# DHIR test day done! MM Coco is the BOMB!



## Casa_la_Palma (Oct 15, 2013)

My Miniature laMancha does are on DHI (Dairy Herd Improvement) with TMGR (The Miniature Goat Registry) Our first test day was 3/27/16 NOA Casa la Palma Coco in a 24 hour period (two milk outs) produced an amazing 14.4lbs! So proud of my girl! F2 Casa la Palma Luna 5.7 and F1 Casa la Palma Fanny 5.0 both being FF I know that will double their second freshening. I'm pretty proud of my girls!! Pictured is Coco test day at a 10 hour fill. She is the dam to Fanny and the grand dam to Luna (out of Fanny's littermate sister). 

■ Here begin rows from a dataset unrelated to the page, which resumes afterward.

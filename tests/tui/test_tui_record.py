"""Screen items of a record a technician can sign: the session list shows each session's state,
the readings view keeps its rows in sight and marks failing meters, keys that cannot act say
why, the end of the walk is summarized. Real sessions on the fast demo bench (loopback Modbus).
"""

from __future__ import annotations

import contextlib
import re
import time

import pytest
from support.benches import FAST_CAPTURE, write_bench

from meas.session import Session
from meas.walk.states import State
from tui.app import BenchwalkApp
from tui.launch import list_sessions
from tui.screens.main import MainScreen
from tui.units import eng
from tui.widgets.readings import ReadingsGrid

ONE = f"""
[[step]]
id = "radial"
title = "Radial base case"
kind = "capture"
instruction = "Capture."
expect = {{ CB1 = "closed", SW2 = "closed", SW3 = "closed", TIE = "open", RX = "open", LB2 = "closed" }}
{FAST_CAPTURE}

[[step]]
id = "tie"
title = "Tie closed"
kind = "manual"
instruction = "Close the tie by hand."
expect = {{ TIE = "closed" }}
{FAST_CAPTURE}
"""


async def _until(s: Session, pred, timeout_s: float = 20.0):
    deadline = time.monotonic() + timeout_s
    async with contextlib.aclosing(s.views()) as views:
        async for v in views:
            if pred(v):
                return v
            assert time.monotonic() < deadline
    raise AssertionError("ended")


@pytest.mark.slow
async def test_the_session_list_shows_each_sessions_state(tmp_path):
    profile = write_bench(tmp_path / "b", ONE)
    sdir = tmp_path / "s"
    done = await Session.new(profile, "T", sessions_dir=sdir, session_id="done", simulate=True)
    try:
        await _until(done, lambda v: v.state is State.WAITING and v.polled)
        done.runner.skip("not today")
        done.runner.skip("not today either")
    finally:
        await done.close()
    half = await Session.new(profile, "T", sessions_dir=sdir, session_id="half", simulate=True)
    try:
        await _until(half, lambda v: v.state is State.WAITING and v.polled)
        half.runner.capture()
        await _until(half, lambda v: v.state is State.REVIEWING)
        half.runner.accept()
        half.runner.stop("end of shift")
    finally:
        await half.close()
    listed = dict(list_sessions(sdir))
    assert listed["done"].startswith("finished, INCOMPLETE")
    assert listed["half"].startswith("unfinished at step tie (1 of 2 steps done)")


def test_no_signed_or_prefixed_zero():
    assert eng(-1e-6, "W").strip() == "0 W"
    assert eng(-0.0, "W").strip() == "0 W"
    assert eng(-0.0001, "").strip() == "0.000"
    assert eng(-2.5e-3, "W").strip() == "-2.50 mW"  # a real small value keeps its sign


@pytest.mark.slow
async def test_readings_keep_every_row_in_sight_and_mark_failing_meters(tmp_path):
    profile = write_bench(tmp_path / "b", ONE)

    async def factory(operator: str, resume: str | None):
        return await Session.new(profile, operator, sessions_dir=tmp_path / "s", simulate=True)

    app = BenchwalkApp(factory, skip_intro=True, operator="AT", out_dir=tmp_path / "out")
    async with app.run_test(size=(80, 24)) as pilot:
        deadline = time.monotonic() + 15
        while not (isinstance(app.screen, MainScreen) and app.screen.frame is not None):
            assert time.monotonic() < deadline
            await pilot.pause(0.05)
        main = app.screen
        await pilot.press("2")
        grid = main.query_one(ReadingsGrid)
        for _ in range(5):
            await pilot.press("m")
        await pilot.pause(0.1)
        assert grid.selected_meter == "M6"
        await pilot.press("M")  # Shift+M: a terminal sends the capital letter
        await pilot.pause(0.1)
        assert grid.selected_meter == "M5"
        await pilot.press("m")
        await pilot.pause(0.1)
        assert grid.selected_meter == "M6"
        assert grid.top == 0  # all eight rows fit: none scrolled out of sight
        lines = [grid.render_line(y).text for y in range(1, 9)]
        assert [re.search(r"M\d", ln).group(0) for ln in lines] == [f"M{i}" for i in range(1, 9)]
        assert any("M6 per phase" in grid.render_line(y).text for y in range(9, 14))
        # a failing check on M3 marks its row
        grid.set_failing(frozenset({"M3"}))
        assert "\u2718M3" in grid.render_line(3).text.replace(" ", "")
        # a step key that cannot act says why (R on a capture step)
        await pilot.press("r")
        await pilot.pause(0.1)
        assert "R: step radial has no remote operation" in str(main.query_one("#notice").content)
        # with Caps Lock on the same key gives the same answer, not silence
        main.notice("")
        await pilot.press("R")
        await pilot.pause(0.1)
        assert "R: step radial has no remote operation" in str(main.query_one("#notice").content)


@pytest.mark.slow
async def test_sigterm_ends_the_console_resumably_with_the_stop_journalled(tmp_path):
    import os
    import signal

    from meas.journal.read import JournalView

    profile = write_bench(tmp_path / "b", ONE)

    async def factory(operator: str, resume: str | None):
        return await Session.new(
            profile, operator, sessions_dir=tmp_path / "s", session_id="sig", simulate=True
        )

    app = BenchwalkApp(factory, skip_intro=True, operator="AT", out_dir=tmp_path / "out")
    async with app.run_test(size=(80, 24)) as pilot:
        deadline = time.monotonic() + 15
        while not (isinstance(app.screen, MainScreen) and app.screen.frame is not None):
            assert time.monotonic() < deadline
            await pilot.pause(0.05)
        os.kill(os.getpid(), signal.SIGTERM)  # a real signal, caught by the console's loop
        deadline = time.monotonic() + 10
        while app.return_code is None:
            assert time.monotonic() < deadline, "the console did not end on SIGTERM"
            await pilot.pause(0.05)
    assert app.stop_signal == "SIGTERM", app.stop_signal
    assert app.return_value == 3 and app.return_code == 3
    jv = JournalView(tmp_path / "s" / "sig.sqlite")
    stops = [e for e in jv.events() if e.kind == "stopped"]
    jv.close()
    assert stops and stops[-1].message == "interrupted by SIGTERM"


HOLD = (
    ONE.split("[[step]]")[0]
    + "[[step]]"
    + ONE.split("[[step]]")[1]
    + """
[[step]]
id = "review"
title = "Hold: radial reviewed"
kind = "hold"
instruction = "The lead signs off the radial case."
"""
)


@pytest.mark.slow
async def test_the_console_hold_point_lists_what_it_covers_and_journals_the_acknowledgement(
    tmp_path,
):
    from textual.widgets import Input, Static

    from meas.journal.read import JournalView
    from tui.screens.prompt import TextPrompt

    profile = write_bench(tmp_path / "b", HOLD)

    async def factory(operator: str, resume: str | None):
        return await Session.new(
            profile, operator, sessions_dir=tmp_path / "s", session_id="hold", simulate=True
        )

    app = BenchwalkApp(factory, skip_intro=True, operator="AT", out_dir=tmp_path / "out")
    async with app.run_test(size=(80, 24)) as pilot:
        deadline = time.monotonic() + 15
        while not (isinstance(app.screen, MainScreen) and app.screen.frame is not None):
            assert time.monotonic() < deadline
            await pilot.pause(0.05)
        runner = app.bridge.runner
        runner.skip("radial not available today")
        await pilot.pause(0.3)
        await pilot.press("g")
        deadline = time.monotonic() + 5
        while not isinstance(app.screen, TextPrompt):
            assert time.monotonic() < deadline, "no sign prompt"
            await pilot.pause(0.05)
        prompt = app.screen
        question = " ".join(str(w.content) for w in prompt.query(Static))
        assert "covers: radial" in question and "radial skipped" in question
        assert prompt.query_one(Input).value == ""  # the signer types their own name
        await pilot.press(*"JL", "enter")
        deadline = time.monotonic() + 5
        while not runner.finished:
            assert time.monotonic() < deadline, runner.view().message
            await pilot.pause(0.05)
    jv = JournalView(tmp_path / "s" / "hold.sqlite")
    ack = [e for e in jv.events() if e.kind == "hold_acknowledged"]
    jv.close()
    assert len(ack) == 1 and ack[0].operator == "JL" and "radial skipped" in ack[0].message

:stars::stars::stars::stars::stars::stars:


----------



## ksalvagno (Oct 6, 2009)

That is great!


----------



## Casa_la_Palma (Oct 15, 2013)

Thank you! I'm pretty excited


----------



## Cedar Point Kikos (Oct 16, 2013)

Congratulations!:stars:


----------



## margaret (Aug 30, 2013)

Wow!
That's pretty amazing for a mini-mancha!


----------



## J.O.Y. Farm (Jan 10, 2012)

That's fantastic!! Congrats!!


----------



## ksalvagno (Oct 6, 2009)

Congrats!


----------



## Casa_la_Palma (Oct 15, 2013)

An update to announce my two other does both FF (Fanny 2 yr. old Luna yearling) have completed and earned their AR*D! 

Casa la Palma Fanny AR2*D earned her star in BF alone. 238 DIM - 886 lbs. of milk. 47 lbs. BF 34 P

Casa la Palma Luna AR*D earned her star in milk and BF 234 DIM - 1,019 lbs 54 BF 41 P 

SUPER EXCITED AND ENJOYING THE BREAK! :stars:


----------



## groovyoldlady (Jul 21, 2011)

That more than my full sized LaMancha!


----------



## ksalvagno (Oct 6, 2009)

Congratulations!


----------



## IHEARTGOATS (Jun 14, 2016)

Congratulations on the milk stars.

But, I'm confused as to what you mean about the break

You aren't going to keep milking for the 305 days?


----------



## Suzanne_Tyler (Jul 19, 2014)

Congrats!!


----------